[core] CPD: `--skip-duplicate-files` has no effect (7.0.0 regression)
C-Otto opened this issue · comments
Affects PMD Version:
7.0.0
Description:
CPD reports duplication for identical files even though --skip-duplicate-files
is enabled.
This also happens via Gradle (CPDConfiguration.setSkipDuplicates(true)
).
Code Sample demonstrating the issue:
/*
* Copyright 2019 Andreas Schmid
*
* Licensed under the Apache License, Version 2.0 (the "License");
* you may not use this file except in compliance with the License.
* You may obtain a copy of the License at
*
* http://www.apache.org/licenses/LICENSE-2.0
*
* Unless required by applicable law or agreed to in writing, software
* distributed under the License is distributed on an "AS IS" BASIS,
* WITHOUT WARRANTIES OR CONDITIONS OF ANY KIND, either express or implied.

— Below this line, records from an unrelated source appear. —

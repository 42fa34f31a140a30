"""The drawing functions on small arrays: each returns a Figure that shows its data and leaves matplotlib alone."""

from collections.abc import Sequence

import matplotlib as mpl
import numpy as np
import pytest
from matplotlib import pyplot as plt
from matplotlib.axes import Axes
from matplotlib.figure import Figure

from massfit.report.figures.corner import corner_figure
from massfit.report.figures.fingerprint_members import fingerprint_members
from massfit.report.figures.labels import place_labels
from massfit.report.figures.moved_site import moved_site_figure
from massfit.report.figures.network_map import network_map
from massfit.report.figures.phasor_plane import phasor_plane
from massfit.report.figures.record_panels import RecordRow, record_panels
from massfit.report.figures.render import png
from massfit.report.figures.style import placed_axes, sheet
from massfit.report.words.names import fitted

RNG = np.random.default_rng(1)
DRAWS = np.array([0.1, -0.85]) + 0.05 * RNG.standard_normal((500, 2))
SITES = ("North", "South", "East", "West", "Middle", "Left", "Right", "Off the map")
PHASORS = np.array([0.1, -0.85]) + 0.05 * np.array(
    [[1, 1], [-1, -1], [2, 0], [-2, 0], [0, 0], [-1, 2], [1, -2], [118, 97]]
)
COVARIANCES = np.array([[[0.04, 0.0], [0.0, 0.01]]] * len(SITES))


@pytest.fixture(autouse=True)
def nothing_left_behind():
    before = dict(mpl.rcParams)
    yield
    assert plt.get_fignums() == []
    assert dict(mpl.rcParams) == before


def words(figure: Figure) -> str:
    return " ".join(text.get_text() for axes in figure.axes for text in axes.texts)


def test_phasor_plane_draws_sites_answer_and_those_beyond_the_frame() -> None:
    figure = phasor_plane(DRAWS, SITES, PHASORS, COVARIANCES, reference_year=2016)
    whole, near = figure.axes
    (ellipses,) = whole.collections
    box = ellipses.get_paths()[0].get_extents()
    # axes of the 50 % ellipse: 2 sd sqrt(2 ln 2)
    assert box.width == pytest.approx(2 * 0.2 * np.sqrt(2 * np.log(2)), rel=1e-5)
    assert box.height == pytest.approx(2 * 0.1 * np.sqrt(2 * np.log(2)), rel=1e-5)
    assert (box.min + box.max) / 2 == pytest.approx((0.15, -0.8))
    assert "Off the map: 7.2 hPa" in words(figure)
    assert "Oct" in words(figure)
    assert near.get_xlim()[0] < 0.1 < near.get_xlim()[1]
    assert len(png(figure)) > 10_000


def test_phasor_plane_draws_the_contours_given() -> None:
    square = np.array([[0.0, -0.9], [0.2, -0.9], [0.2, -0.8], [0.0, -0.9]])
    figure = phasor_plane(DRAWS, SITES, PHASORS, COVARIANCES, reference_year=2016, contours=[(0.95, [square])])
    for axes in figure.axes:
        assert any(np.array_equal(line.get_xydata(), square) for line in axes.lines)


def test_months_stand_where_a_cycle_that_peaks_then_points() -> None:
    figure = phasor_plane(DRAWS, SITES, PHASORS, COVARIANCES, reference_year=2016)
    place = {text.get_text(): np.array(text.xy) for text in figure.axes[0].texts if len(text.get_text()) == 3}
    turn = {month: np.angle(complex(*xy)) % (2 * np.pi) for month, xy in place.items()}
    # in phase is January, and time runs against the clock: 1 October is day 274 of 2016
    assert turn["Jan"] == pytest.approx(0.0, abs=1e-9)
    assert turn["Oct"] == pytest.approx(2 * np.pi * 274 / 365.2422, abs=1e-6)


def test_network_map_puts_sites_in_place_in_either_convention() -> None:
    fraction = np.zeros((18, 36))
    fraction[:, :22] = 1.0
    figure = network_map(
        fraction,
        np.arange(85.0, -90.0, -10.0),
        np.arange(-175.0, 180.0, 10.0),
        SITES[:3],
        np.array([10.0, -10.0, 0.0]),
        np.array([-30.0, 200.0, 330.0]),
        np.array([1.1 + 0.0j, 1.0 + 0.1j, 0.9]),
        doubtful=[False, True, False],
    )
    axes = figure.axes[0]
    points = np.concatenate([np.asarray(group.get_offsets()) for group in axes.collections])
    assert sorted(points.tolist()) == [[200.0, -10.0], [330.0, 0.0], [330.0, 10.0]]
    shades = np.concatenate([np.asarray(group.get_array()) for group in axes.collections])
    assert sorted(shades) == pytest.approx([0.9, np.hypot(1.0, 0.1), 1.1])
    assert "squares" in axes.get_title(loc="left")
    assert all(site in words(figure) for site in SITES[:3])
    # the map begins at 20 degrees east; the land reaches from 40 to 180; latitude runs upwards
    (picture,) = axes.images
    assert picture.get_extent() == [20.0, 380.0, -90.0, 90.0]
    land = ~np.ma.getmaskarray(picture.get_array())
    assert not land[:, :2].any()
    assert land[:, 2:16].all()
    assert not land[:, 16:].any()


def test_corner_figure_has_a_panel_for_each_pair() -> None:
    figure = corner_figure({"one / hPa": RNG.normal(size=2000), "two / d": RNG.normal(3.0, 2.0, 2000)})
    assert len(figure.axes) == 4
    labels = {axes.get_xlabel() for axes in figure.axes} | {axes.get_ylabel() for axes in figure.axes}
    assert {"one / hPa", "two / d"} <= labels


def test_corner_figure_bears_a_quantity_that_does_not_vary() -> None:
    # a scale may sit still when there is nothing to learn about it
    assert isinstance(corner_figure({"one": RNG.normal(size=500), "still": np.full(500, 0.3)}), Figure)


def record_row(site: str, note: str = "") -> RecordRow:
    time = np.datetime64("2015-01-01T12", "ns") + np.arange(400) * np.timedelta64(1, "D")
    wave = np.sin(np.arange(400) / 58.0)
    halves = [(time[:200], wave[:200], 0.1 * wave[:200]), (time[200:], wave[200:], 0.1 * wave[200:])]
    return RecordRow(site, halves, time, {"pole tide": 0.1 * wave}, time, wave, 0.9 * wave, note)


def test_record_panels_have_a_row_a_site() -> None:
    figure = record_panels([record_row("North"), record_row("South", "not quiet")])
    record, corrections, reduced = figure.axes
    assert [text.get_text() for text in record.texts if "South" in text.get_text()] == ["South  (not quiet)"]
    assert len(record.lines) == 8
    assert {line.get_label() for line in corrections.lines} == {"pole tide"}
    assert len(reduced.lines) == 4
    # rows run downwards; each line keeps to its own row
    assert record.get_ylim() == (2, 0)
    for axes in figure.axes:
        for line in axes.lines:
            heights = np.asarray(line.get_ydata(), dtype=float)
            assert np.floor(heights.min()) == np.floor(heights.max()) in {0.0, 1.0}
    assert len(png(figure)) > 10_000


def test_the_scale_beside_a_row_is_that_of_its_lines() -> None:
    figure = record_panels([record_row("North"), record_row("South")])
    reduced = figure.axes[2]
    annual = 0.9 * np.sin(np.arange(400) / 58.0)
    heights = np.asarray(reduced.lines[3].get_ydata(), dtype=float)
    ticks = [(float(text.get_text()), text.get_position()[1]) for text in reduced.texts]
    for value, height in ticks:
        if height > 1.0:
            assert np.interp(value, annual[:80], heights[:80]) == pytest.approx(height, abs=1e-3) or value < 0
    assert sum(height > 1.0 for _, height in ticks) >= 2


def test_record_panels_bear_a_single_site_without_corrections() -> None:
    row = record_row("Alone")
    bare = RecordRow("Alone", row.deployments, row.correction_time, {}, row.reduced_time, row.reduced, row.annual)
    assert len(record_panels([bare]).axes) == 3
    assert len(png(record_panels([bare]))) > 5_000


def test_record_panels_bear_a_site_of_which_no_day_was_used() -> None:
    none, nothing = np.array([], "datetime64[ns]"), np.array([])
    assert len(png(record_panels([RecordRow("Bare", [], none, {}, none, nothing, nothing)]))) > 1_000


def test_in_a_column_only_what_remains_is_drawn() -> None:
    assert len(record_panels([record_row("North")], width_mm=85.0).axes) == 1


def test_a_name_with_dollar_signs_is_no_formula() -> None:
    name = r"East $\frac$ & <West>"
    assert len(png(record_panels([record_row(name)]))) > 10_000
    plane = phasor_plane(DRAWS, [name], PHASORS[:1], COVARIANCES[:1], reference_year=2016)
    assert name in words(plane)
    assert len(png(plane)) > 10_000


@pytest.mark.filterwarnings("error")
def test_a_name_in_a_script_that_the_font_lacks_does_not_disturb() -> None:
    name = "深海観測点"
    figures = [
        record_panels([record_row(name)]),
        phasor_plane(DRAWS, [name], PHASORS[:1], COVARIANCES[:1], reference_year=2016),
        fingerprint_members([name], [name], np.ones((1, 1), dtype=complex)),
    ]
    assert all(len(png(figure)) > 1_000 for figure in figures)


# names beside points


def boxes(axes: Axes, names: Sequence[str]) -> np.ndarray:
    found = [text.get_window_extent().extents for text in axes.texts if text.get_text() in names]
    return np.array(found).reshape(-1, 4)


def overlaps(found: np.ndarray) -> int:
    first, second = found[:, None], found[None]
    both = (first[..., :2] < second[..., 2:]).all(-1) & (second[..., :2] < first[..., 2:]).all(-1)
    return int((both.sum() - len(found)) // 2)


def crowd(count: int) -> tuple[Axes, list[str], np.ndarray]:
    axes = placed_axes(sheet(100.0, 100.0), 10.0, 10.0, 80.0, 80.0)
    return axes, [f"Station {k}" for k in range(count)], np.random.default_rng(5).uniform(0.2, 0.8, (count, 2))


def test_names_in_a_crowd_do_not_overlap_each_other_or_the_points() -> None:
    axes, names, points = crowd(40)
    missing = place_labels(axes, names, points)
    found = boxes(axes, names)
    assert len(found) == 40 - missing
    assert missing <= 4
    assert overlaps(found) == 0
    spots = axes.transData.transform(points)
    inside = (found[:, None, :2] < spots[None]).all(-1) & (spots[None] < found[:, None, 2:]).all(-1)
    assert not inside.any()
    # the control: names simply put beside their points do overlap
    plain, names, points = crowd(40)
    for name, point in zip(names, points, strict=True):
        plain.annotate(name, point, xytext=(4, 3), textcoords="offset points", fontsize=6.0)
    assert overlaps(boxes(plain, names)) > 10


def test_names_without_room_are_counted_not_piled_up() -> None:
    axes, names, points = crowd(60)
    missing = place_labels(axes, names, 0.5 + 0.02 * (points - 0.5))
    assert missing > 20
    assert overlaps(boxes(axes, names)) == 0


def test_a_lone_name_stands_by_its_point_and_a_long_one_is_shortened() -> None:
    axes, _, _ = crowd(0)
    name = "The-station-with-the-longest-name-of-all"
    assert place_labels(axes, [name], np.array([[0.5, 0.5]])) == 0
    (text,) = axes.texts
    assert text.get_text() == fitted(name, 22)
    # points from the marker: to the right and up
    assert 0.0 < text.xyann[0] < 6.0
    assert 0.0 < text.xyann[1] < 6.0
    assert place_labels(axes, [], np.empty((0, 2))) == 0


# fingerprints


def test_members_are_drawn_by_ratio_and_delay() -> None:
    members = np.array([[1.1 + 0.0j, 0.9j], [1.2 + 0.0j, 1.0 + 0.0j]])
    figure = fingerprint_members(
        ["A", "B"], ["wet", "dry"], members, compared=np.array([1.0, 1.0]), compared_name="flat"
    )
    ratio, delay = figure.axes
    assert [label.get_text() for label in ratio.get_yticklabels()] == ["A", "B"]
    drawn = {line.get_label(): line.get_xdata() for line in ratio.lines}
    assert drawn["wet"] == pytest.approx([1.1, 0.9])
    assert drawn["flat"] == pytest.approx([1.0, 1.0])
    # a quarter turn is a quarter of the tropical year
    assert {line.get_label(): line.get_xdata() for line in delay.lines}["wet"] == pytest.approx([0.0, 91.31055])
    assert ratio.get_xlabel() == "amplitude / ocean mean"
    assert delay.get_xlabel() == "delay / days"


def test_many_members_share_one_mark() -> None:
    members = np.ones((40, 3)) + 0.1 * RNG.standard_normal((40, 3))
    figure = fingerprint_members(["A", "B", "C"], [f"m{k}" for k in range(40)], members.astype(complex))
    assert [text.get_text() for text in figure.legends[0].get_texts()] == ["40 load members"]


# both widths, from one site to many


@pytest.mark.parametrize("width_mm", [180.0, 85.0])
@pytest.mark.parametrize("count", [1, 60])
def test_figures_have_their_width_and_keep_all_text_on_the_sheet(count: int, width_mm: float) -> None:
    rng = np.random.default_rng(count)
    names = [f"Observatory number {k}" for k in range(count)]
    phasors = np.array([0.1, -0.85]) + 0.15 * rng.standard_normal((count, 2))
    covariances = np.broadcast_to(0.02 * np.eye(2), (count, 2, 2))
    admittance = 1.0 + 0.1 * (rng.standard_normal((5, count)) + 1j * rng.standard_normal((5, count)))
    places = rng.uniform(-60, 60, count), rng.uniform(0, 360, count)
    fraction, cells = np.zeros((18, 36)), (np.arange(-85.0, 90.0, 10.0), np.arange(5.0, 360.0, 10.0))
    figures = [
        phasor_plane(DRAWS, names, phasors, covariances, reference_year=2016, width_mm=width_mm),
        network_map(fraction, *cells, names, *places, admittance.mean(axis=0), width_mm=width_mm),
        fingerprint_members(names, ["m1", "m2", "m3", "m4", "m5"], admittance, width_mm=width_mm),
        record_panels([record_row(name) for name in names[:18]], width_mm=width_mm),
        corner_figure({"one / hPa": DRAWS[:, 0], "two / hPa": DRAWS[:, 1]}, width_mm=width_mm),
    ]
    for figure in figures:
        width, height = figure.get_size_inches()
        assert width * 25.4 == pytest.approx(width_mm)
        assert height * 25.4 < 297.0
        # what is drawn, in inches; half a pixel of rounding
        drawn, slack = figure.get_tightbbox(), 0.5 / figure.dpi
        assert -slack <= drawn.x0 <= drawn.x1 <= width + slack
        assert -slack <= drawn.y0 <= drawn.y1 <= height + slack


@pytest.mark.parametrize("days", [1, 3, 20, 100, 400, 700, 850, 930, 1000, 1090, 1300, 2000, 4000, 9000])
def test_dates_of_records_of_any_length_have_ticks_without_overlap(days: int) -> None:
    time = np.datetime64("2014-01-01T12", "ns") + np.arange(days) * np.timedelta64(1, "D")
    wave = np.sin(np.arange(days) / 58.0)
    figure = record_panels([RecordRow("A", [(time, wave, wave)], time, {}, time, wave, wave)])
    figure.draw_without_rendering()
    found = [label.get_window_extent().extents for label in figure.axes[0].get_xticklabels() if label.get_text()]
    assert len(found) >= 2 or days == 1
    assert overlaps(np.array(found).reshape(-1, 4)) == 0


def test_a_date_at_the_very_end_stays_on_the_sheet() -> None:
    time = np.datetime64("2014-01-01", "ns") + np.arange(731) * np.timedelta64(1, "D")
    wave = np.sin(np.arange(731) / 58.0)
    figure = record_panels([RecordRow("A", [(time, wave, wave)], time, {}, time, wave, wave)])
    assert figure.get_tightbbox().x1 <= figure.get_size_inches()[0]


@pytest.mark.parametrize("width_mm", [85.0, 180.0])
def test_the_moved_site_is_drawn_with_the_line_of_the_answer_stronger(width_mm: float) -> None:
    figure = moved_site_figure(
        "A3", [0.0, 1.0, 5.0], {"normal": [0.0, 0.1, 0.4], "student-t": [0.0, 0.1, 0.02]}, used="student-t",
        width_mm=width_mm,
    )  # fmt: skip
    (axes,) = figure.axes
    normal, student = axes.get_lines()
    assert student.get_linewidth() > normal.get_linewidth()
    assert student.get_linestyle() != normal.get_linestyle()  # told apart without colour
    assert [text.get_text() for text in axes.get_legend().get_texts()] == [
        "normal site scatter", "Student-t site scatter (this answer)",
    ]  # fmt: skip
    assert axes.get_xlabel() == "A3 moved by / hPa"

* See the License for the specific language governing permissions and
* limitations under the License.
*/
package de.aaschmid.test;
import static org.junit.Assert.assertTrue;
public class Test {
public testCpd() {
assertTrue(true);
}
}
Steps to reproduce:
$ cat a/Test.java
(as above)
$ cat b/Test.java
(as above)
$ diff a/Test.java b/Test.java
(no output => no difference)
$ pmd-bin-7.0.0/bin/pmd cpd --skip-duplicate-files --minimum-tokens=10 a/ b/
Found a 6 line (15 tokens) duplication in the following files:
Starting at line 20 of /tmp/pmd/a/Test.java
Starting at line 20 of /tmp/pmd/b/Test.java
public class Test {
public testCpd() {
assertTrue(true);
}
}
This is not an issue with 6.55.0:
$ ./pmd-bin-6.55.0/bin/run.sh cpd --minimum-tokens 10 --skip-duplicate-files --dir a/ --dir b/
Skipping /tmp/pmd/b/Test.java since it appears to be a duplicate file and --skip-duplicate-files is set
Running PMD through:
CLI, Gradle
I can confirm, that this is broken now. The flag is set on CPDConfiguration
but never used.
In PMD 6, the implementation is here:
pmd/pmd-compat6/src/main/java/net/sourceforge/pmd/cpd/CPD.java
Lines 57 to 66 in d4b99bb
Note, that PMD was actually only comparing the simple file name and the file size, but not the content of the files.